Pasalnya, fitur full-self-driving adalah salah satu proyek terbesar Tesla yang merupakan tingkat tertinggi dari sistem autopilot, di mana pengemudi tak perlu menginjak rem dan gas.

Perempuan yang sudah tinggal di Amerika sejak 2011 ini mengaku, proses penggarapan fitur tersebut sulit dan memakan jam kerja yang sangat panjang.

Bertugas mengevaluasi perangkat lunak autopilot dan pengujian serta meningkatkan kinerja mobil, perempuan yang juga hobi melukis ini bisa bekerja 60 sampai 70 jam seminggu.

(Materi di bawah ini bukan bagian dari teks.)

using System.Collections.Generic;
using InductionHazard.Errors;
using InductionHazard.Quantities;

namespace InductionHazard.Waveforms;

/// <summary>
/// A linear ramp: the drive holds <see cref="From"/> until the start, changes linearly to <see cref="To"/> over
/// the duration, then holds <see cref="To"/>. The textbook case: its rate is (To - From) / duration during the
/// ramp and zero outside.
/// </summary>
public sealed class RampWaveform : FieldWaveform
{
    /// <summary>Creates the ramp.</summary>
    /// <exception cref="InvalidInputException">A value is not finite, the duration or start is out of range, or the start is too late to resolve the duration.</exception>
    public RampWaveform(double from, double to, double durationSeconds, double startSeconds = 0, DriveKind drive = DriveKind.Unspecified)
        : base(drive)
    {
        Require.Finite("From", from);
        Require.Finite("To", to);
        Require.Positive("Duration", durationSeconds);
        PhysicalRanges.DriveDuration.Check(durationSeconds);
        DriveTiming.RequireResolvable(startSeconds, durationSeconds, "Duration");
        From = from;
        To = to;
        DurationSeconds = durationSeconds;
        StartSeconds = startSeconds;
    }

    /// <inheritdoc />
    public override string Form => "Ramp";

    /// <summary>The drive before the ramp.</summary>
    public double From { get; }

    /// <summary>The drive after the ramp.</summary>
    public double To { get; }

    /// <summary>How long the ramp takes, s.</summary>
    public double DurationSeconds { get; }

    /// <inheritdoc />
    public override double StartSeconds { get; }

    /// <inheritdoc />
    public override double EndSeconds => StartSeconds + DurationSeconds;

    /// <summary>The rate during the ramp, per second.</summary>
    public double Slope => (To - From) / DurationSeconds;

    /// <inheritdoc />
    public override double PeakValue => System.Math.Max(System.Math.Abs(From), System.Math.Abs(To));

    /// <inheritdoc />
    public override double PeakRate => System.Math.Abs(Slope);

    /// <inheritdoc />
    public override IReadOnlyList<double> Breakpoints => new[] { StartSeconds, EndSeconds };

    /// <inheritdoc />
    public override IReadOnlyList<TimeScale> TimeScales => new[] { new TimeScale("ramp time", DurationSeconds) };

    /// <inheritdoc />
    public override double SignificantFrequencyHertz => EdgeTiming.KneeFrequencyHertz(DurationSeconds);

    /// <inheritdoc />
    public override double Value(double t)
    {
        if (t <= StartSeconds)
        {
            return From;
        }

        return t >= EndSeconds ? To : From + (Slope * (t - StartSeconds));
    }

    /// <inheritdoc />
    public override double Rate(double t) => t >= StartSeconds && t < EndSeconds ? Slope : 0.0;

    /// <inheritdoc />
    public override string Describe() =>
        "ramp " + SiFormat.Format(From, DriveUnit) + " to " + SiFormat.Format(To, DriveUnit) + " in "
        + SiFormat.Format(DurationSeconds, "s") + " from t = " + SiFormat.Format(StartSeconds, "s");
}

Sebelum dipercaya untuk masuk proyek besar tersebut pada 2020, Moorissa yang bekerja untuk Tesla sejak 2018 bekerja sebagai data scientist dan menangani perangkat lunak mobil.

Menariknya, sebelum tiga tahun lebih bekerja di perusahaan mobil listrik, Moorissa Tjokro berdedikasi selama 6 tahun di NASA Goddard Space Flight Center.

Moorissa bekerja sebagai machine learning researcher pada penelitian tentang perubahan iklim di Samudra Atlantik Utara dan Selatan 100+ tahun dari data dan simulasi yang diamati.

Rupanya, pencapaian perempuan yang juga pernah bekerja di PBB ini tidak lepas dari dukungan keluarga, terutama sang ayah yang menginspirasinya. 

Baca Juga: Dirikan Media Sendiri, Najwa Shihab Ungkap Itu Momen Menakutkan Untuknya

Pendidikan dan Keluarga

Berdasarkan laman pribadinya, Moorissa menulis bahwa dirinya senang mengeksplorasi masalah menarik dalam bidang artificial intelligence (AI) atau kecerdasan buatan dan sustainability.

Rupanya, alasan kecintaan Moorissa menekuni dunia STEM (Sains, Teknologi, Teknik/Engineering, Matematika) adalah karena melihat sang ayah.

"Dia seorang insinyur elektrik dan entrepreneur, dan aku bisa ngeliat kalau teknik-teknik insinyur, itu benar-benar fun, penuh tantangan, dan itu aku suka," kisahnya.

Selaras dengan itu, bukan tanpa alasan Moorissa di titik saat ini karena latar belakang perempuan lulusan SMA Pelita Harapan ini pun tak main-main.

Pada 2011, Moorissa yang saat itu baru berusia 16 tahun mendapat beasiswa Wilson and Shannon Technology untuk kuliah di Seattle Central College.

Sayangnya, saat itu dirinya tidak bisa langsung kuliah di institusi besar atau universitas di Amerika, yang memiliki persyaratan umur minimal 18 tahun.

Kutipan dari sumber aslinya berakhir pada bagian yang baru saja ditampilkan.